Le foreste secondarie sono foreste che ricrescono naturalmente dopo l’abbattimento quasi completo della copertura forestale per utilizzi antropogenici (di solito per coltivazioni o allevamenti di bestiame). Attualmente oltre la metà delle foreste tropicali del mondo non sono foreste vetuste, ma foreste che si rigenerano naturalmente, gran parte delle quali è costituita da foresta secondaria. Nell’America Latina tropicale, le foreste secondarie coprono fino al 28% della superficie terrestre.
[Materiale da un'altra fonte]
import { describe, expect, test } from 'vitest'
import {
  connectionProblem,
  inletConflict,
  removalOperation,
  wouldCreateCycle,
} from '@shared/document/graph-edits'
import { applyOperation } from '@shared/document/operations'
import { sampleDiagram } from './sample'

describe('wouldCreateCycle', () => {
  test.each([
    ['J2', 'J1', true], // J1 → J2 exists
    ['F1', 'S1', true], // S1 feeds F1 through the meter and J1
    ['F1', 'WH1', true], // through the heater: cold in, hot out
    ['J1', 'J1', true],
    ['J2', 'WH1', false],
    ['WH1', 'J2', false],
  ])('%s → %s: %s', (from, to, expected) => {
    expect(wouldCreateCycle(sampleDiagram(), from, to)).toBe(expected)
  })
})

describe('inletConflict', () => {
  test('a second inlet of the same system names the existing pipe', () => {
    const conflict = inletConflict(sampleDiagram(), { to: 'F1', system: 'cold' })
    expect(conflict?.pipeId).toBe('P5')
    expect(conflict?.message).toMatch(/F1 already has a cold inlet \(pipe P5 from J2\)/)
  })

  test('the other system is free', () => {
    expect(inletConflict(sampleDiagram(), { to: 'J2', system: 'hot' })).toBeNull()
  })

  test('a pipe being re-routed does not conflict with itself', () => {
    expect(inletConflict(sampleDiagram(), { id: 'P5', to: 'F1', system: 'cold' })).toBeNull()
  })
})

describe('connectionProblem', () => {
  test.each([
    [{ from: 'J2', to: 'J9', system: 'cold' as const }, /node J9 does not exist/],
    [{ from: 'J2', to: 'J2', system: 'cold' as const }, /cannot start and end at J2/],
    [{ from: 'J2', to: 'J1', system: 'hot' as const }, /would close a loop: J1 already feeds J2/],
    [{ from: 'WH1', to: 'J2', system: 'cold' as const }, /J2 already has a cold inlet/],
  ])('%o is refused', (pipe, message) => {
    expect(connectionProblem(sampleDiagram(), pipe)).toMatch(message)
  })

  test('a sound connection passes', () => {
    expect(connectionProblem(sampleDiagram(), { from: 'WH1', to: 'J2', system: 'hot' })).toBeNull()
  })
})

describe('removalOperation', () => {
  test('removes chosen pipes and nodes in one batch, skipping pipes the nodes take along', () => {
    const doc = sampleDiagram()
    const op = removalOperation(doc, ['F1', 'gone'], ['P5', 'P3'])
    expect(op).toEqual({
      type: 'batch',
      ops: [
        { type: 'pipe.remove', id: 'P3' },
        { type: 'node.remove', id: 'F1' },
      ],
    })
    const after = applyOperation(doc, op)
    expect(after.pipes.map((pipe) => pipe.id)).toEqual(['P1', 'P2', 'P4'])
  })
})
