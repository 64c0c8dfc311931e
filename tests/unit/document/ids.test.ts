import { describe, expect, test } from 'vitest'
import { createIdAllocator, ID_PREFIXES, nextId } from '@shared/document/ids'
import { emptyDiagram } from '@shared/document/model'
import { sampleDiagram } from './sample'

describe('ids', () => {
  test.each([
    ['junction', 'J3'],
    ['fixture', 'F2'],
    ['water-heater', 'WH2'],
    ['pipe', 'P7'],
    ['level', 'L4'],
    ['equipment', 'EQ1'],
    ['pressure-reducing-valve', 'RV1'],
  ] as const)('next %s id in the sample is %s', (kind, expected) => {
    expect(nextId(sampleDiagram(), kind)).toBe(expected)
  })

  test('an empty diagram starts at 1', () => {
    expect(nextId(emptyDiagram(), 'supply')).toBe('S1')
  })

  test('the allocator never hands out the same id twice and skips past gaps, not into them', () => {
    const doc = sampleDiagram()
    doc.nodes.push({ id: 'J10', kind: 'junction', label: '', elevationM: 0 })
    const next = createIdAllocator(doc)
    expect([next('junction'), next('junction'), next('pipe')]).toEqual(['J11', 'J12', 'P7'])
  })

  test('is deterministic for the same document', () => {
    expect(nextId(sampleDiagram(), 'fixture')).toBe(nextId(sampleDiagram(), 'fixture'))
  })

  test('prefixes are distinct', () => {
    const prefixes = Object.values(ID_PREFIXES)
    expect(new Set(prefixes).size).toBe(prefixes.length)
  })
})
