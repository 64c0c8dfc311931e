/** A small two-storey riser used across the document tests (our own invented scenario). */
import {
  DIAGRAM_FORMAT,
  DIAGRAM_FORMAT_VERSION,
  diagramSchema,
  type Diagram,
} from '@shared/document/model'

export function sampleDiagram(): Diagram {
  return diagramSchema.parse({
    format: DIAGRAM_FORMAT,
    version: DIAGRAM_FORMAT_VERSION,
    name: 'Block A',
    levels: [
      { id: 'L1', name: 'Ground', elevationM: 0 },
      { id: 'L2', name: 'First', elevationM: 3.2 },
      { id: 'L3', name: 'Roof', elevationM: 6.4 },
    ],
    nodes: [
      { id: 'S1', kind: 'supply', pressureKPa: 450, position: { x: 0, y: 0 } },
      { id: 'M1', kind: 'meter', lossKPa: 20, position: { x: 0, y: 100 } },
      { id: 'J1', kind: 'junction', levelId: 'L1', position: { x: 0, y: 200 } },
      { id: 'WH1', kind: 'water-heater', levelId: 'L1', position: { x: 200, y: 200 } },
      { id: 'J2', kind: 'junction', levelId: 'L2', elevationM: 3.2, position: { x: 0, y: 300 } },
      {
        id: 'F1',
        kind: 'fixture',
        fixture: 'lavatory',
        levelId: 'L2',
        elevationM: 3.2,
        position: { x: 100, y: 400 },
      },
    ],
    pipes: [
      { id: 'P1', from: 'S1', to: 'M1', system: 'cold', lengthM: 10 },
      { id: 'P2', from: 'M1', to: 'J1', system: 'cold', lengthM: 3 },
      { id: 'P3', from: 'J1', to: 'WH1', system: 'cold', lengthM: 2 },
      { id: 'P4', from: 'J1', to: 'J2', system: 'cold', lengthM: 4 },
      { id: 'P5', from: 'J2', to: 'F1', system: 'cold', lengthM: 1.5 },
      { id: 'P6', from: 'WH1', to: 'F1', system: 'hot', lengthM: 6 },
    ],
  })
}
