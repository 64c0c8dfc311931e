import fc from 'fast-check'
import { describe, expect, test } from 'vitest'
import { applyWithInverse, invertOperation } from '@shared/document/history'
import { applyOperation } from '@shared/document/operations'
import { anyOpArb, diagramArb, expectSound, realizeAny } from './arbitraries'

describe('inverse operations (property)', () => {
  test('apply(apply(doc, op), invert(doc, op)) deep-equals doc, for every op type', () => {
    fc.assert(
      fc.property(diagramArb, anyOpArb, (doc, seeds) => {
        const op = realizeAny(doc, seeds)
        const after = applyOperation(doc, op)
        // The inverse must survive the wire as JSON.
        const inverse = JSON.parse(JSON.stringify(invertOperation(doc, op)))
        expect(applyOperation(after, inverse)).toEqual(doc)
      }),
      { numRuns: 400 },
    )
  })

  test('applying a valid op keeps the document valid and never mutates the input', () => {
    fc.assert(
      fc.property(diagramArb, anyOpArb, (doc, seeds) => {
        const op = realizeAny(doc, seeds)
        const frozen = structuredClone(doc)
        const after = applyOperation(doc, op)
        expect(doc).toEqual(frozen)
        expectSound(after)
      }),
      { numRuns: 300 },
    )
  })

  test('applyWithInverse agrees with applyOperation and invertOperation', () => {
    fc.assert(
      fc.property(diagramArb, anyOpArb, (doc, seeds) => {
        const op = realizeAny(doc, seeds)
        const both = applyWithInverse(doc, op)
        expect(both.doc).toEqual(applyOperation(doc, op))
        expect(both.inverse).toEqual(invertOperation(doc, op))
      }),
      { numRuns: 100 },
    )
  })
})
Un altro autore dello studio, il cileno Dylan Craven dell’Universidad Mayor, spiega che «Abbiamo analizzato il modo in cui il recupero di diversi attributi della foresta fosse correlato. Abbiamo scoperto che la dimensione massima degli alberi, la variazione nella struttura della foresta e la ricchezza delle specie arboree sono indicatori robusti del recupero di più caratteristiche della foresta. Questi tre indicatori sono relativamente facili da misurare e possono essere utilizzati per monitorare il ripristino delle foreste. Ora, utilizzando il telerilevamento, si possono già monitorare le dimensioni e la variazione degli alberi su vaste aree e scale temporali».
L’autore senior dello studio Bruno Hérault, del CIRAD Costa d’Avorio, conclude: «L’importanza locale e globale delle foreste secondarie e il loro rapido recupero dopo 20 anni dimostrano perché incoraggiamo l’adozione della rigenerazione naturale (assistita) come soluzione low-cost basata sulla natura per raggiungere gli obiettivi internazionali per il ripristino degli ecosistemi, la mitigazione dei cambiamenti climatici e il ripristino della biodiversità. Tuttavia, per il ripristino non c’è un proiettile d’argento e potrebbe essere necessario un mix di ripristino naturale e attivo. C’è un intero gradiente di soluzioni, che vanno dalla rigenerazione naturale, alla rigenerazione naturale assistita, all’agroforestazione, alle piantagioni. La soluzione ottimale dipende dalle condizioni del sito locale, dalle persone locali e dalle loro esigenze. Utilizzando questo mix di approcci possiamo creare territori più naturali, biodiversi e resilienti».